• _How to complete this task_
Print the first line of the records below and every line after it, up to and including the line with "const moved = clone(s);". Print nothing else.

Stored data entries
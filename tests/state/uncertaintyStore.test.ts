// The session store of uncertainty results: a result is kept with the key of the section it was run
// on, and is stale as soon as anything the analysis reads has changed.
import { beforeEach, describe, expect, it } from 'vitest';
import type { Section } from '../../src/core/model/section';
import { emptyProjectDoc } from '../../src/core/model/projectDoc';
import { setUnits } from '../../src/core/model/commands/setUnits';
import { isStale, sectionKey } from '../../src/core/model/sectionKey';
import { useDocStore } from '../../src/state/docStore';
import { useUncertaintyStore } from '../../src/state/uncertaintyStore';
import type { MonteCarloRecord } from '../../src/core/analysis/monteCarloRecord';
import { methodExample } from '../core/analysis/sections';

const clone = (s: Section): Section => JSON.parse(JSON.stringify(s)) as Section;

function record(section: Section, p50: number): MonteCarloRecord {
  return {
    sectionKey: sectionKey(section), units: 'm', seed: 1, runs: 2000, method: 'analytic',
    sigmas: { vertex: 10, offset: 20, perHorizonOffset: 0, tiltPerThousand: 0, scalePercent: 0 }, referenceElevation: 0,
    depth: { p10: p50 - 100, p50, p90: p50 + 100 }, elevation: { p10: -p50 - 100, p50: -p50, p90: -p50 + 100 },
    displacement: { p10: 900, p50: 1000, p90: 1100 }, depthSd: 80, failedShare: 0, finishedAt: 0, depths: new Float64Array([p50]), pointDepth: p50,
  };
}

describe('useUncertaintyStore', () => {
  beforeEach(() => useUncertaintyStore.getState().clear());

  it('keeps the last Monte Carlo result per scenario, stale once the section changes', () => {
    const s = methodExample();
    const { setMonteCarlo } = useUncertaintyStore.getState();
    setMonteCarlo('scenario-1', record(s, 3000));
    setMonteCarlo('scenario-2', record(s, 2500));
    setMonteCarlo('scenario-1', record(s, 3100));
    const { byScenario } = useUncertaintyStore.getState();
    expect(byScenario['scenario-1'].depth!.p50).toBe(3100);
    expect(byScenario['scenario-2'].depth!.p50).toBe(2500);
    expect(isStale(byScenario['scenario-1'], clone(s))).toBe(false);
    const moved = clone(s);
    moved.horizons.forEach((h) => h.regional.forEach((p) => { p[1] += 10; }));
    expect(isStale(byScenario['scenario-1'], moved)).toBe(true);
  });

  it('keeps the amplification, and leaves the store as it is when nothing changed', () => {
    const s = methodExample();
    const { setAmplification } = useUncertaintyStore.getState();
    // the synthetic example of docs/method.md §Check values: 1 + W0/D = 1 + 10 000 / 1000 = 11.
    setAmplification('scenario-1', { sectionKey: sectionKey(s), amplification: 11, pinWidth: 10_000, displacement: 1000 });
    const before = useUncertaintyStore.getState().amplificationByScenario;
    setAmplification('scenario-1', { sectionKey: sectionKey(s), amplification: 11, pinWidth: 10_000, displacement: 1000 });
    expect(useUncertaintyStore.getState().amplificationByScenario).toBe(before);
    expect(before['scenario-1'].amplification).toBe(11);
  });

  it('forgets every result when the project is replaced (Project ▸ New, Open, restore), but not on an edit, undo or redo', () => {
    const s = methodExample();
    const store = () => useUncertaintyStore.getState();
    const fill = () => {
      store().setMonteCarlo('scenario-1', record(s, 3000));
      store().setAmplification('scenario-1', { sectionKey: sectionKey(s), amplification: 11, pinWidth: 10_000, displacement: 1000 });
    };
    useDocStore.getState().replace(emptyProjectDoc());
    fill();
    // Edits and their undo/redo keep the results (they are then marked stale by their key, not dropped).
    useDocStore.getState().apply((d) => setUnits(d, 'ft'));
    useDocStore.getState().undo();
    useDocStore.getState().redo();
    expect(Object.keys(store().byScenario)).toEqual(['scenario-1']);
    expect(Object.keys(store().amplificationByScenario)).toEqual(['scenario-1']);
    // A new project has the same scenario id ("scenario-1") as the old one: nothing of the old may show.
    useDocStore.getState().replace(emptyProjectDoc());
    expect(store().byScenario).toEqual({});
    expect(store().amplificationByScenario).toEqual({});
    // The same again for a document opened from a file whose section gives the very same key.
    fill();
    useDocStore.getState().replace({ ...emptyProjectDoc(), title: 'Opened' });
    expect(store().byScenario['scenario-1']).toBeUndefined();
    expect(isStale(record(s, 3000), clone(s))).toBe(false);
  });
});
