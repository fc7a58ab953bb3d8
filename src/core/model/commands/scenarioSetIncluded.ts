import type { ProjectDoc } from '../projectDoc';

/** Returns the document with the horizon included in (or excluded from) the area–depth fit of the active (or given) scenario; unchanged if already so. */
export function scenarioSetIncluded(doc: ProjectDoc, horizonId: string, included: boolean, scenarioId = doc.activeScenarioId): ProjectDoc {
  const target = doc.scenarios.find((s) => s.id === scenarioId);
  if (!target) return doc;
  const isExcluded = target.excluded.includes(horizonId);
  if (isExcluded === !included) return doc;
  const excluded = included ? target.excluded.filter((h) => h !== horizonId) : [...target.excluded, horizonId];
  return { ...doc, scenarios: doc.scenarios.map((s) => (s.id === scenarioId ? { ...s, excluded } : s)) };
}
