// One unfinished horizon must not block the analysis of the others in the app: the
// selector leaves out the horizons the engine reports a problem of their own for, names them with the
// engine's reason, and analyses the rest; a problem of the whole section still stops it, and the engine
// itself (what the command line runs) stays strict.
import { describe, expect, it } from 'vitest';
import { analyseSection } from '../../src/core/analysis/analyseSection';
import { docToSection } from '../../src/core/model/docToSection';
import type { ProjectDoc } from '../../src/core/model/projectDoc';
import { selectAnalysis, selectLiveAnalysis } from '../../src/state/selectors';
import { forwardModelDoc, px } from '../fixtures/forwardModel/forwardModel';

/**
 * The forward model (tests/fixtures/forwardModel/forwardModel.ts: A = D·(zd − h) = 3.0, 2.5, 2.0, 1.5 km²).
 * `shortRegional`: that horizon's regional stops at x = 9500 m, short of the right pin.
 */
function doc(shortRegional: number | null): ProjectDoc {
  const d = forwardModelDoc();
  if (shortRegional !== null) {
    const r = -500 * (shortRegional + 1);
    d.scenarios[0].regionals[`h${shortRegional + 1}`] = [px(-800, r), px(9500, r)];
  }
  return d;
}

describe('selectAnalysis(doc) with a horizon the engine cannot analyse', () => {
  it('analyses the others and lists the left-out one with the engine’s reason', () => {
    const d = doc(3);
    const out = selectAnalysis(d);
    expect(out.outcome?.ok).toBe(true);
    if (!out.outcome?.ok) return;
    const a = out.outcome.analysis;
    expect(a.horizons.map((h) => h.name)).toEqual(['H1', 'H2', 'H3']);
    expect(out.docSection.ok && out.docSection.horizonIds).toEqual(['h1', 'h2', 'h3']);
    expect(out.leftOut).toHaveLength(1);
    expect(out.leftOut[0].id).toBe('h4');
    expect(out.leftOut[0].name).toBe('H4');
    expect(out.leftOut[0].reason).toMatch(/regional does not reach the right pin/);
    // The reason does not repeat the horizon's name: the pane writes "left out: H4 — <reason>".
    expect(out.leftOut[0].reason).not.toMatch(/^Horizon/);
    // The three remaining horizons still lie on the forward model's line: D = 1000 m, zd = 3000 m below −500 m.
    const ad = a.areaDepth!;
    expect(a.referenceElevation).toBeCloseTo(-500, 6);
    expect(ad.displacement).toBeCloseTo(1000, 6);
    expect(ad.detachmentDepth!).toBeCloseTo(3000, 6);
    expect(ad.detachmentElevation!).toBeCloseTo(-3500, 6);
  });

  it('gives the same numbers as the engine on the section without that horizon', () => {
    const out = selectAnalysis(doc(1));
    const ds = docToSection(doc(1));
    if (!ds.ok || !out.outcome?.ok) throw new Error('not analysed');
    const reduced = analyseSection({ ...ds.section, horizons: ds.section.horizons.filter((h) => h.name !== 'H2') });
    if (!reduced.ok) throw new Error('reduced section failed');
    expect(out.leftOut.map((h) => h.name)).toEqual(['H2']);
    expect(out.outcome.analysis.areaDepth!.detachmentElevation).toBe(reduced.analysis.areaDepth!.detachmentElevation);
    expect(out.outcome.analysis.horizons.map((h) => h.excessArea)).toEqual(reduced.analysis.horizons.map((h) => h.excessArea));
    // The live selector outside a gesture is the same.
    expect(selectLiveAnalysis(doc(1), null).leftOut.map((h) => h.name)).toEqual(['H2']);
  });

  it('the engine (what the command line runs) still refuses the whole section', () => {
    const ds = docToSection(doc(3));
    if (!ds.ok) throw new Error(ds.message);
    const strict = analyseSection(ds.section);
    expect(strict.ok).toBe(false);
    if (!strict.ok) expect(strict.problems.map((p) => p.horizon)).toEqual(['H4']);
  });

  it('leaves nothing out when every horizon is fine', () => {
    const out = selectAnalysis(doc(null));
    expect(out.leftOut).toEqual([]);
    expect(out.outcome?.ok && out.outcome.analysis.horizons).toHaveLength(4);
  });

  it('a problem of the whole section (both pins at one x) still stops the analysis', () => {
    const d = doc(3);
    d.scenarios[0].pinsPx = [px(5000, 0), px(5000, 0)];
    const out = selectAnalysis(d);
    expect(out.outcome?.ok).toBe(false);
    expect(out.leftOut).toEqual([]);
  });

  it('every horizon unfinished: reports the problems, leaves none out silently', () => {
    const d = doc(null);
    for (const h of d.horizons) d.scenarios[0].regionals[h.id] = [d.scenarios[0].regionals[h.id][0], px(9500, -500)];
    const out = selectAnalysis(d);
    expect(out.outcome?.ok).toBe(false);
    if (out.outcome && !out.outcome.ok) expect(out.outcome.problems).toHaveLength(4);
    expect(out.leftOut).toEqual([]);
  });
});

• _Answer to this exercise_
filename tests/state/uncertaintyStore.test.ts
// The session store of uncertainty results: a result is kept with the key of the section it was run
// on, and is stale as soon as anything the analysis reads has changed.
import { beforeEach, describe, expect, it } from 'vitest';
import type { Section } from '../../src/core/model/section';
import { emptyProjectDoc } from '../../src/core/model/projectDoc';
import { setUnits } from '../../src/core/model/commands/setUnits';
import { isStale, sectionKey } from '../../src/core/model/sectionKey';
import { useDocStore } from '../../src/state/docStore';
import { useUncertaintyStore } from '../../src/state/uncertaintyStore';
import type { MonteCarloRecord } from '../../src/core/analysis/monteCarloRecord';
import { methodExample } from '../core/analysis/sections';

const clone = (s: Section): Section => JSON.parse(JSON.stringify(s)) as Section;

function record(section: Section, p50: number): MonteCarloRecord {
  return {
    sectionKey: sectionKey(section), units: 'm', seed: 1, runs: 2000, method: 'analytic',
    sigmas: { vertex: 10, offset: 20, perHorizonOffset: 0, tiltPerThousand: 0, scalePercent: 0 }, referenceElevation: 0,
    depth: { p10: p50 - 100, p50, p90: p50 + 100 }, elevation: { p10: -p50 - 100, p50: -p50, p90: -p50 + 100 },
    displacement: { p10: 900, p50: 1000, p90: 1100 }, depthSd: 80, failedShare: 0, finishedAt: 0, depths: new Float64Array([p50]), pointDepth: p50,
  };
}

describe('useUncertaintyStore', () => {
  beforeEach(() => useUncertaintyStore.getState().clear());

  it('keeps the last Monte Carlo result per scenario, stale once the section changes', () => {
    const s = methodExample();
    const { setMonteCarlo } = useUncertaintyStore.getState();
    setMonteCarlo('scenario-1', record(s, 3000));
    setMonteCarlo('scenario-2', record(s, 2500));
    setMonteCarlo('scenario-1', record(s, 3100));
    const { byScenario } = useUncertaintyStore.getState();
    expect(byScenario['scenario-1'].depth!.p50).toBe(3100);
    expect(byScenario['scenario-2'].depth!.p50).toBe(2500);
    expect(isStale(byScenario['scenario-1'], clone(s))).toBe(false);
    const moved = clone(s);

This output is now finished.